Paylaş
◊ Sizi sahnede izlemeyi çok sevdiğim için sahneyle ilgili planlarınızı sorarak başlamak istiyorum...
- Sahnede performans sergilemeyi ve tek kişilik şovlarımı yazmayı seviyorum. Politik görüşlerimi, felsefelerimi, Amerika’da ve dünyada Latin bir adam olmanın nasıl bir şey olduğunu en iyi sahnede anlatıyorum. Sahne olacak tabii ki...
◊ Pandemiyle birlikte değişen bir dünyada yaşıyoruz. Neler düşünüyorsunuz bu süreç hakkında?
- Yaşadığımız dönem büyüme sancıları gibi. Amerika pandemiyle birlikte nihayet hesap vermek ve kendini düzeltmeye başlamak zorunda kaldı. “Black Lives Matter”ı (ABD’de yaşayan Afro Amerikan kökenli halka yönelik ırkçılığa karşı başlatılan sivil toplum hareketi) gerçek anlamda ilk kez duyduk. Hollywood’da Latin ve siyahilerin olmadığına dikkat çekildi. Şahsen ben, bunun için sürekli savaşan bir insanım.
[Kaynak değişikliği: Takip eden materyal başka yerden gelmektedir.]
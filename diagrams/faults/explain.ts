import type { Circuit } from '../document/circuit-schema'
import type { Reading } from '../document/reading-schema'
import type { Answer, SiteAnswer } from './answer'
import { siteSentence } from './site-sentence'
import { verdictSentence } from './verdict-sentence'

/** An answer before its places and its verdict are put into words. */
export type UnexplainedAnswer = Omit<Answer, 'says' | 'sites'> & { sites: Omit<SiteAnswer, 'says'>[] }

/** Puts every place and the verdict into words. `circuit` is the model's own, whose names are kept. */
export function explain(
  circuit: Circuit,
  readings: readonly Reading[],
  unexplained: UnexplainedAnswer,
): Answer {
  const sites = unexplained.sites.map((site) => ({
    ...site,
    says: siteSentence(circuit, readings, unexplained.outcome, site),
  }))
  const answer = { ...unexplained, sites }
  return { ...answer, says: verdictSentence(circuit, readings, answer) }
}
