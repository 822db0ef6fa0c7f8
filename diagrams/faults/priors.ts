import type { Circuit } from '../document/circuit-schema'
import type { Mode } from '../document/sites'
import type { PriorKind } from './request'

/** Share of vehicles with a complaint and nothing wrong in this circuit. A guess, as are all weights here. */
export const noFaultPrior = 0.1

/**
 * Relative odds of one mode of one site. `trade`: contacts over wires, opens over shorts; weights of
 * the engine's page (no published frequencies found; common practice, no source). `even`: all alike.
 */
export function modeWeight(circuit: Circuit, site: string, mode: Mode, kind: PriorKind): number {
  if (kind === 'even') return 1
  const [what, rest = ''] = site.split(':')
  const nodeId = rest.split('.')[0]!
  switch (what) {
    case 'wire':
      return mode === 'open' ? 1 : mode === 'resistive' ? 0.7 : 0.25
    case 'contact':
      return mode === 'open' ? 3 : 4
    case 'module':
      return 0.3
    case 'pin':
      return mode === 'open' || mode === 'resistive' ? 0.5 : 0.6
  }
  const node = circuit.nodes.find((n) => n.id === nodeId)
  switch (node?.kind) {
    case 'load':
      return mode === 'open' ? 3 : 0.3
    case 'fuse':
      return mode === 'blown' ? 1.5 : 0.5
    case 'relay':
      if (rest.endsWith('.coil')) return mode === 'open' ? 1 : 0.3
      return mode === 'stuck-open' ? 1.2 : mode === 'resistive' ? 1 : 0.5
    case 'ground':
      return mode === 'open' ? 1 : 3
    case 'switch':
      return mode === 'stuck-open' ? 1 : mode === 'resistive' ? 1.2 : 0.5
    case 'splice':
      return mode === 'open' ? 0.5 : 1
    case 'battery':
      return mode === 'weak' ? 1 : mode === 'shorted' ? 0.3 : 0.5
    default:
      return mode === 'shorted' ? 0.3 : 0.5
  }
}
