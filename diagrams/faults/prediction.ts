import type { Probe } from '../document/reading-schema'
import {
  at,
  batteryVoltsAt,
  fixedVoltsAt,
  ownShare,
  unitCurrentIn,
  voltsBetween,
  type Case,
  type Settled,
} from '../solver/case'
import { deadVolts, voltmeterOhms } from '../solver/constants'
import type { Network } from '../solver/network'

/**
 * What one faulted, settled network holds ready for one reading, as a function of the battery:
 * at scale s (battery volts over 12.6) the reading's quantity is s·battery + fixed, and real parts,
 * each within 5 % of the drawing, keep it within s·reachBattery + reachFixed of that.
 */
export interface Prediction {
  battery: number
  fixed: number
  reachBattery: number
  reachFixed: number
  /** Standard deviation that the same tolerances cause, taken as independent and evenly spread. */
  spread: number
  /** An ohms reading with a source on the circuit: the figure means nothing. */
  live: boolean
}

const tolerance = 0.05
/** First-order bounds grow by this: what is second order in 5 % stays below a quarter (tested on corners of the box). */
const secondOrder = 1.25

/** Quantity of a reading: volts under the meter, ohm, amperes, volts over a load's element, volts of an input. */
export function predict(given: Case, settled: Settled, probe: Probe): Prediction {
  const { network } = given.study
  switch (probe.kind) {
    case 'volts': {
      const [a, b] = [network.unknownOf.get(probe.red)!, network.unknownOf.get(probe.black)!]
      return underMeter(given, settled, a, b)
    }
    case 'ohms': {
      const [a, b] = [network.unknownOf.get(probe.red)!, network.unknownOf.get(probe.black)!]
      const y = unitCurrentIn(settled, a, b)
      const ohms = Math.max(0, at(y, a) - at(y, b))
      return {
        battery: 0,
        fixed: ohms,
        reachBattery: 0,
        // Resistances between two points scale with the parts: exact, no second order.
        reachFixed: tolerance * ohms,
        spread: (tolerance / Math.sqrt(3)) * 0.7 * ohms,
        live: Math.abs(voltsBetween(settled, a, b)) > deadVolts / 2,
      }
    }
    case 'amps':
      return predictAmps(given, settled, network.branchIndex.get(`wire:${probe.wire}/from`)!)
    case 'works': {
      const load = network.loads.find((l) => l.node === probe.node)!
      if (given.alteration.forced.idle.has(load.node)) return nothing
      return overElement(given, settled, load.branch)
    }
    case 'sees': {
      const input = network.inputs.find((i) => i.point === probe.pin)!
      return between(given, settled, input.inner, input.innerGround)
    }
  }
}

const nothing: Prediction = { battery: 0, fixed: 0, reachBattery: 0, reachFixed: 0, spread: 0, live: false }

function between(given: Case, settled: Settled, a: number, b: number): Prediction {
  return linear(given, settled, unitCurrentIn(settled, a, b), a, b)
}

function linear(given: Case, settled: Settled, y: Float64Array, a: number, b: number): Prediction {
  const reach = reachOf(given.study.network, settled, y)
  return {
    battery: batteryVoltsAt(settled, a) - batteryVoltsAt(settled, b),
    fixed: fixedVoltsAt(settled, a) - fixedVoltsAt(settled, b),
    ...reach,
    live: false,
  }
}

/** The voltmeter's 10 Mohm divides what stands at its leads. */
function underMeter(given: Case, settled: Settled, a: number, b: number): Prediction {
  const y = unitCurrentIn(settled, a, b)
  const open = linear(given, settled, y, a, b)
  const ohms = Math.max(0, at(y, a) - at(y, b))
  const part = voltmeterOhms / (voltmeterOhms + ohms)
  const partReach = secondOrder * tolerance * part * (1 - part)
  return {
    battery: open.battery * part,
    fixed: open.fixed * part,
    reachBattery: open.reachBattery * part + Math.abs(open.battery) * partReach,
    reachFixed: open.reachFixed * part + Math.abs(open.fixed) * partReach,
    spread: open.spread * part,
    live: false,
  }
}

/** Volts over a load's own element; a fault inside the part, in series, takes its share. */
function overElement(given: Case, settled: Settled, branch: number): Prediction {
  const { a, b } = given.study.network.branches[branch]!
  const whole = between(given, settled, a, b)
  const share = ownShare(settled, branch)
  const shareReach = secondOrder * tolerance * share * (1 - share)
  return {
    ...whole,
    battery: whole.battery * share,
    fixed: whole.fixed * share,
    reachBattery: whole.reachBattery * share + Math.abs(whole.battery) * shareReach,
    reachFixed: whole.reachFixed * share + Math.abs(whole.fixed) * shareReach,
    spread: whole.spread * share,
  }
}

/** Amperes from a to b inside a branch. */
export function predictAmps(given: Case, settled: Settled, branch: number): Prediction {
  const { base } = settled.located
  const { a, b } = given.study.network.branches[branch]!
  const siemens = settled.located.branch === branch ? settled.siemens : base.conductance[branch]!
  const y = unitCurrentIn(settled, a, b)
  const volts = linear(given, settled, y, a, b)
  const battery = siemens * (volts.battery - base.emfBattery[branch]!)
  const fixed = siemens * (volts.fixed - base.emfFixed[branch]!)
  // The branch's own resistance also sets its current directly; bounded by the whole of it.
  const own = secondOrder * tolerance * Math.max(0, 1 - siemens * Math.max(0, at(y, a) - at(y, b)))
  return {
    battery,
    fixed,
    reachBattery: siemens * volts.reachBattery + own * Math.abs(battery),
    reachFixed: siemens * volts.reachFixed + own * Math.abs(fixed),
    spread: siemens * volts.spread,
    live: false,
  }
}

/**
 * Reach of the tolerances by the adjoint: dv/d ln R(k) = i(k)·y(k), with i the current of branch k
 * and y its volts when one ampere flows between the leads. O(branches).
 */
function reachOf(
  network: Network,
  settled: Settled,
  y: Float64Array,
): Pick<Prediction, 'reachBattery' | 'reachFixed' | 'spread'> {
  const { base } = settled.located
  const { scale } = settled
  let reachBattery = 0
  let reachFixed = 0
  let squares = 0
  for (let k = 0; k < network.branches.length; k++) {
    const branch = network.branches[k]!
    const conductance = base.conductance[k]!
    if (branch.exact || conductance === 0) continue
    const moved = at(y, branch.a) - at(y, branch.b)
    if (moved === 0) continue
    // Of an altered branch only its own resistance is uncertain; the severity is swept anyway.
    const altered = settled.located.branch === k
    const siemens = altered ? settled.siemens : conductance
    const share = altered ? ownShare(settled, k) : 1
    const iBattery =
      siemens * (batteryVoltsAt(settled, branch.a) - batteryVoltsAt(settled, branch.b) - base.emfBattery[k]!)
    const iFixed =
      siemens * (fixedVoltsAt(settled, branch.a) - fixedVoltsAt(settled, branch.b) - base.emfFixed[k]!)
    const weight = Math.abs(moved) * share
    reachBattery += weight * Math.abs(iBattery)
    reachFixed += weight * Math.abs(iFixed)
    squares += (weight * (scale * iBattery + iFixed)) ** 2
  }
  return {
    reachBattery: secondOrder * tolerance * reachBattery,
    reachFixed: secondOrder * tolerance * reachFixed,
    spread: (tolerance / Math.sqrt(3)) * Math.sqrt(squares),
  }
}
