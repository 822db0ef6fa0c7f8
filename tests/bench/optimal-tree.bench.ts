import { restCondition } from '@/diagrams/document/condition-schema'
import { weighReadings } from '@/diagrams/faults/weighed-readings'
import { faultModelOf } from '@/diagrams/faults/fault-model'
import { posteriorOf } from '@/diagrams/faults/posterior'
import { candidateReadings } from '@/diagrams/planner/candidates'
import { forecast } from '@/diagrams/planner/forecast'
import { bestByPlayingOut } from '@/diagrams/planner/play-out'
import { particlesOf } from '@/diagrams/planner/particles'
import { binsOf, bitsOf } from '@/diagrams/planner/split'
import { samples } from '@/diagrams/samples/all-samples'
import { seededRandom, type Random } from '../support/random'
import { argument, flag } from './support/arguments'
import { bestTree, locatedFrom, treeBy, type Instance } from './support/decision-tree'
import { mean } from './support/figures'
import { report } from './support/report'

/**
 * The planner against the optimal tree, on instances small enough to solve exactly: up to nine suspects of
 * a sample with the odds of the trade, every reading that splits them, all readings alike in cost. Expected
 * readings until one suspect holds 0.95. The planner plays out what follows once few places are left;
 * beside it one step of look-ahead by bits alone.
 */
const instances = argument('instances', 80)

const ready = samples.map((circuit) => {
  const model = faultModelOf(circuit)
  const particles = particlesOf(model, posteriorOf(model, weighReadings(model, []), 'trade'))
  const rows = candidateReadings(circuit, [], restCondition).flatMap((set) => {
    const figures = forecast(model, set, particles)
    return set.probes.map((probe, i) => ({ kind: probe.kind, row: figures[i]! }))
  })
  return { particles, rows }
})

function draw({ particles, rows }: (typeof ready)[number], random: Random): Instance | null {
  const count = random.whole(5, 9)
  const chosen = new Set<number>()
  const bySite = new Set<string>()
  for (let tries = 0; chosen.size < count && tries < 200; tries++) {
    const i = random.whole(0, particles.length - 1)
    if (bySite.has(particles[i]!.site)) continue
    bySite.add(particles[i]!.site)
    chosen.add(i)
  }
  const members = [...chosen]
  const weights = members.map((i) => particles[i]!.weight)
  const total = weights.reduce((sum, x) => sum + x, 0)
  const tests = new Map<string, number[]>()
  for (const { kind, row } of rows) {
    const own = Float64Array.from(members, (i) => row[i]!)
    if (own.some(Number.isNaN)) continue
    const bins = binsOf(kind, own)
    if (bins.length < 2) continue
    const outcome = members.map((_, m) => bins.findIndex((bin) => bin.members.includes(m)))
    tests.set(outcome.join(','), outcome)
  }
  const instance = { weights: weights.map((x) => x / total), tests: [...tests.values()] }
  // Suspects that no reading tells apart have no tree to the end.
  const told = new Set(members.map((_, m) => instance.tests.map((test) => test[m]).join(',')))
  return told.size === members.length ? instance : null
}

/** The planner's own measure, over what is left. */
function bits({ weights }: Instance, test: readonly number[], left: readonly number[]): number {
  const outcomes = [...new Set(left.map((m) => test[m]!))]
  const bins = outcomes.map((outcome) => ({
    low: 0,
    high: 0,
    members: left.flatMap((m, i) => (test[m] === outcome ? [i] : [])),
  }))
  const own = Float64Array.from(left, (m) => weights[m]!)
  return bitsOf(bins, own, Int32Array.from(left.keys()), left.length)
}

function mostBits(instance: Instance, left: readonly number[]): readonly number[] | null {
  let best: readonly number[] | null = null
  let most = 0
  for (const test of instance.tests) {
    const found = bits(instance, test, left)
    if (found > most + 1e-12) [best, most] = [test, found]
  }
  return best
}

/** As the planner chooses: by playing out. */
function playedOut({ weights, tests }: Instance, left: readonly number[]): readonly number[] | null {
  const reading = bestByPlayingOut({
    outcomes: tests.map((test) => left.map((m) => test[m]!)),
    weights: left.map((m) => weights[m]!),
    unitOf: left.map((_, i) => i),
    units: left.length,
    foundFrom: locatedFrom,
    costOf: () => 1,
  })
  return reading < 0 ? mostBits({ weights, tests }, left) : tests[reading]!
}

const random = seededRandom(argument('seed', 5))
const planner: number[] = []
const oneStep: number[] = []
for (let tries = 0; planner.length < instances && tries < 40 * instances; tries++) {
  const instance = draw(random.pick(ready), random)
  const least = instance ? bestTree(instance) : 0
  if (!instance || least === 0) continue
  planner.push(treeBy(instance, (left) => playedOut(instance, left)) / least)
  oneStep.push(treeBy(instance, (left) => mostBits(instance, left)) / least)
  if (planner.at(-1)! > 1.05 && flag('tell'))
    console.log(planner.at(-1)!.toFixed(3), JSON.stringify(instance))
}
const how = `${planner.length} instances of 5 to 9 suspects`
const by = (list: number[]) =>
  `by bits alone ${mean(list).toFixed(3)} mean, ${Math.max(...list).toFixed(3)} worst`
report('Readings against the optimal tree', [
  { what: 'mean', goal: '≤ 1.02', figure: mean(planner).toFixed(3), met: mean(planner) <= 1.02, how },
  {
    what: 'worst',
    goal: '≤ 1.05',
    figure: Math.max(...planner).toFixed(3),
    met: Math.max(...planner) <= 1.05,
    how: by(oneStep),
  },
])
Latinler Amerika’da nüfusun yüzde 20’sini, Hollywood’un olduğu Los Angeles’taysa nüfusun yarısını oluşturuyor. New York’ta beyaz nüfusa eşitiz, Teksas’ta en büyük nüfusuz, pek çok eyalette varız ama kamera önündekilerin yüzde 4’ünden daha azı Latin. Hollywood ve dijital platformlarda anlatılan hikayelerin yüzde 1’inden azı bizim hikayelerimiz. Stüdyo ve dijital platform yöneticilerine şöyle diyorum, eğer 10 oyuncunuz varsa, ikisi Latin olmalı. 10 yönetici varsa, ikisinin Latin olmasını istiyorum. 10 hikaye varsa, bunlardan ikisinin Latin hikayesi olmasını istiyorum. Ancak bu şekilde eşitlik elde edebiliriz.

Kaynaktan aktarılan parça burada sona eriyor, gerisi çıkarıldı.